Over on channel9 I saw one of my pet hates, a try {} catch (System.Exception) {} block and responded with the refrain that people I've worked with (Hi Simon!) will have heard, "Don't catch System.Exception". Ok, I'm exaggerating for effect, but a single try {} catch {} statement is generally bad. Catches should be granular, you catch what you can react to and what you can "fix". For example, if you're trying some file operations I would expect to see
try
{
}
catch (FileNotFoundException ex)
{
}
You should know the exceptions each statement you make might raise, the MSDN documentation lists those that come from the framework and your own comments should list those which come from your own code. With granular exception handling you can react appropriately, in the example above you could prompt the user for a file that exists and then try again. By simply catching System.Exception you have no real idea what the problem is. Worse still is rethrowing System.Exception;
try
{
}
catch (Exception ex)
{
throw(ex);
}
Here you've added nothing. You're not dealing with the exception (you can't, you don't know any specifics). I would only expect to see a rethrow of System.Exception in two circumstances, where you are logging errors within your method or where you wrap the exception in a custom exception (based on the Eric Gunnerson's Well-Tempered Exception) which includes specific information garnered from your object, for example
public Survey getSurveyFromID(string surveyID)
{
try
{
}
catch (SqlException ex)
{
throw new SurveyNotFoundException("Survey not found", surveyID, ex);
}
}
Here we are creating a custom exception, with a custom property of the surveyID and wrapping it around the original SqlException.

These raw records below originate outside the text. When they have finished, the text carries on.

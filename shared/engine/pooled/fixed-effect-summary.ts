import { DomainError } from '../errors';
import { zForConfidence } from '../numerics/distributions';
import { requirePositive } from '../helpers/domain-guards';

/** Precision of the fixed-effect (common-effect) summary. */
export interface FixedEffectSummary {
  readonly k: number;
  /** SE of the summary, √(1/Σ(1/s_i²)). */
  readonly summarySe: number;
  readonly summaryCiWidth: number;
}

/**
 * Fixed-effect inverse-variance summary: SE = √(1 / Σ 1/s_i²), CI width 2·z·SE. It assumes one
 * true value shared by every site (no between-site heterogeneity); it is the random-effects
 * summary with τ = 0, written out on its own so the two can be checked against each other.
 * Domain: at least one site; every s_i finite and > 0; 0 < confidence < 1 (DomainError otherwise).
 * Accuracy: floating-point rounding only. Source: inverse-variance weighting (common practice).
 * @example fixedEffectSummary([0.3, 0.4]).summarySe // 0.24
 */
export function fixedEffectSummary(siteSes: readonly number[], confidence = 0.95): FixedEffectSummary {
  if (siteSes.length === 0) throw new DomainError('siteSes', '[]', 'at least one site');
  const z = zForConfidence(confidence);
  let precision = 0;
  siteSes.forEach((s, i) => {
    requirePositive(`siteSes[${i}]`, s);
    precision += 1 / (s * s); // inverse-variance weight 1/s_i² (common practice)
  });
  const summarySe = Math.sqrt(1 / precision);
  return { k: siteSes.length, summarySe, summaryCiWidth: 2 * z * summarySe };
}
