import { formatCount } from '../../format/numbers';
import { DomainError } from '../errors';
import { planPooledAllocation, type PooledPlan, type PooledPlanInput } from './plan-pooled-allocation';
import { pooledPrecision, type PooledMeasurePrecision } from './pooled-precision';
import { requireStandardError } from './require-input';
import type { PlannerSite, SeAtN } from './types';

export const PLANNING_AIMS = ['site-specific', 'pooled', 'both'] as const;
/**
 * site-specific: every site meets its own precision targets; pooled: the random-effects summary
 * across sites meets the pooled targets; both: each site meets its own targets and the summary
 * meets the pooled ones.
 */
export type PlanningAim = (typeof PLANNING_AIMS)[number];

export interface AimSite extends PlannerSite {
  /** n the site needs for its own targets (from the site-specific criteria); null when not assessable. */
  readonly siteSpecificN: number | null;
}

export interface AimPlanInput extends Omit<PooledPlanInput, 'sites'> {
  readonly aim: PlanningAim;
  /** Every site with its own requirement; the pooled measures may be empty when the aim is site-specific. */
  readonly sites: readonly AimSite[];
}

export interface AimSiteResult {
  readonly siteId: string;
  readonly n: number | null;
  readonly siteSpecificN: number | null;
  /** What sets this site's n; null when nothing is proposed (pooled targets out of reach). */
  readonly setBy: 'own-targets' | 'pooled-targets' | 'minimum' | 'not-assessable' | null;
  readonly withinCapacity: boolean | null;
}

export interface AimPlan {
  readonly aim: PlanningAim;
  readonly status: 'feasible' | 'infeasible' | 'not-assessable' | 'not-converged';
  readonly sites: readonly AimSiteResult[];
  readonly totalN: number | null;
  /**
   * Pooled precision at the proposed n (for the site-specific aim too, as information); when the
   * pooled targets are out of reach, at full capacity; null when an n is missing or there are no measures.
   */
  readonly pooled: readonly PooledMeasurePrecision[] | null;
  /** The pooled planner's full answer (pooled and both aims). */
  readonly pooledPlan: PooledPlan | null;
  readonly messages: readonly string[];
}

const withinCapacity = (site: PlannerSite, n: number): boolean => site.capacity === 'unlimited' || n <= site.capacity;

function siteSpecificPlan(input: AimPlanInput): AimPlan {
  const { sites, measures } = input;
  const results: AimSiteResult[] = sites.map((s) => ({
    siteId: s.id,
    n: s.siteSpecificN,
    siteSpecificN: s.siteSpecificN,
    setBy: s.siteSpecificN === null ? 'not-assessable' : 'own-targets',
    withinCapacity: s.siteSpecificN === null ? null : withinCapacity(s, s.siteSpecificN),
  }));
  const missing = sites.filter((s) => s.siteSpecificN === null).map((s) => s.id);
  const over = sites.filter((s) => s.siteSpecificN !== null && !withinCapacity(s, s.siteSpecificN));
  const messages = [
    ...(missing.length > 0 ? [`Not assessable until their own targets can be computed: ${missing.join(', ')}.`] : []),
    ...over.map(
      (s) =>
        `Site ${s.id} needs ${formatCount(s.siteSpecificN)} for its own targets but can recruit ${formatCount(s.capacity === 'unlimited' ? null : s.capacity)}.`,
    ),
  ];
  const known = missing.length === 0;
  const pooled =
    known && measures.length > 0
      ? measures.map((m) =>
          pooledPrecision(
            m,
            sites.map((s, i) => {
              const n = s.siteSpecificN ?? 1;
              return requireStandardError(`sites[${i}].seAtN.${m.id}`, (s.seAtN[m.id] as SeAtN)(n), n);
            }),
            input.confidence,
          ),
        )
      : null;
  if (pooled !== null) {
    const unmet = pooled.filter((p) => !p.meets).map((p) => p.label);
    messages.push(
      unmet.length === 0
        ? 'At these site-specific numbers the pooled targets are met as well.'
        : `At these site-specific numbers the pooled targets are not met for: ${unmet.join(', ')} (for information; the aim is site-specific).`,
    );
  }
  return {
    aim: 'site-specific',
    status: !known ? 'not-assessable' : over.length > 0 ? 'infeasible' : 'feasible',
    sites: results,
    totalN: known ? sites.reduce((sum, s) => sum + (s.siteSpecificN ?? 0), 0) : null,
    pooled,
    pooledPlan: null,
    messages,
  };
}

/**
 * Combines site-specific and pooled planning for the chosen aim:
 * - site-specific: n_i = the site's own requirement; pooled precision at those n shown for information;
 * - pooled: the pooled planner from each site's minimum n (planPooledAllocation);
 * - both: the pooled planner with each site's floor raised to max(minimumN, own requirement), so
 *   every site meets its own targets and the summary meets the pooled ones.
 * Says which constraint sets each site's n, and whether capacity allows it. A missing own
 * requirement makes the site-specific and both aims not assessable (never silently skipped).
 * Domain: as planPooledAllocation; siteSpecificN a whole number ≥ 1 or null (DomainError otherwise).
 * Sources: as planPooledAllocation (DerSimonian & Laird 1986; J R Stat Soc A 2009).
 * @example planForAim({ aim: 'both', sites, measures: [slope], objective: 'fewest-participants' }).sites.map((s) => s.n) // [120, 96, 95]
 *   (sites and slope as in planPooledAllocation's example, own requirements 120, 50, 80: set by own-targets, pooled-targets, pooled-targets)
 */
export function planForAim(input: AimPlanInput): AimPlan {
  const { aim, sites } = input;
  sites.forEach((s, i) => {
    if (s.siteSpecificN !== null && !(Number.isInteger(s.siteSpecificN) && s.siteSpecificN >= 1)) {
      throw new DomainError(`sites[${i}].siteSpecificN`, s.siteSpecificN, 'a whole number ≥ 1, or null when not assessable');
    }
  });
  if (aim === 'site-specific') return siteSpecificPlan(input);
  if (aim !== 'pooled' && aim !== 'both') throw new DomainError('aim', aim, PLANNING_AIMS.join(', '));
  if (aim === 'both') {
    const missing = sites.filter((s) => s.siteSpecificN === null).map((s) => s.id);
    if (missing.length > 0) {
      return {
        aim,
        status: 'not-assessable',
        sites: sites.map((s) => ({
          siteId: s.id,
          n: null,
          siteSpecificN: s.siteSpecificN,
          setBy: 'not-assessable',
          withinCapacity: null,
        })),
        totalN: null,
        pooled: null,
        pooledPlan: null,
        messages: [`Not assessable until their own targets can be computed: ${missing.join(', ')}.`],
      };
    }
  }
  const floors = sites.map((s) => (aim === 'both' ? Math.max(s.minimumN, s.siteSpecificN ?? 1) : s.minimumN));
  const plan = planPooledAllocation({
    sites: sites.map((s, i) => ({ ...s, minimumN: floors[i] ?? s.minimumN })),
    measures: input.measures,
    objective: input.objective,
    ...(input.confidence === undefined ? {} : { confidence: input.confidence }),
  });
  const results: AimSiteResult[] = plan.allocation.map((a, i) => {
    const site = sites[i] as AimSite;
    const ownSets = aim === 'both' && site.siteSpecificN !== null && site.siteSpecificN >= site.minimumN;
    return {
      siteId: a.siteId,
      n: plan.status === 'feasible' ? a.n : null,
      siteSpecificN: site.siteSpecificN,
      setBy: plan.status !== 'feasible' ? null : a.n > (floors[i] ?? 0) ? 'pooled-targets' : ownSets ? 'own-targets' : 'minimum',
      withinCapacity: withinCapacity(site, floors[i] ?? 0),
    };
  });
  const ownOver =
    aim === 'both'
      ? sites
          .filter((s) => s.siteSpecificN !== null && !withinCapacity(s, s.siteSpecificN))
          .map((s) => `Site ${s.id} needs ${formatCount(s.siteSpecificN)} for its own targets, more than it can recruit.`)
      : [];
  return {
    aim,
    status: plan.status,
    sites: results,
    totalN: plan.status === 'feasible' ? plan.totalN : null,
    pooled: plan.precision,
    pooledPlan: plan,
    messages: [...ownOver, ...plan.messages],
  };
}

When should we create custom exceptions? My feeling is that custom exceptions should be created for situations you can react to. If you don't care about knowing the surveyID in the previous example then let the SqlException bubble upwards.
Catching System.Exception should be be the last resort. Catching a System.Exception and performing an action other than logging and quitting is most likely guesswork on your part as to what the error is. At best you're masking errors, at worse you're catching an out of memory exception or a disk corruption message and making things worse by continuing. Catch what you can handle. Let the rest bubble upwards unless you can "add value" to the exception by providing more information in a custom exception and never, ever, catch system.exception and do nothing except as part of your single, per application unhandled exception handler.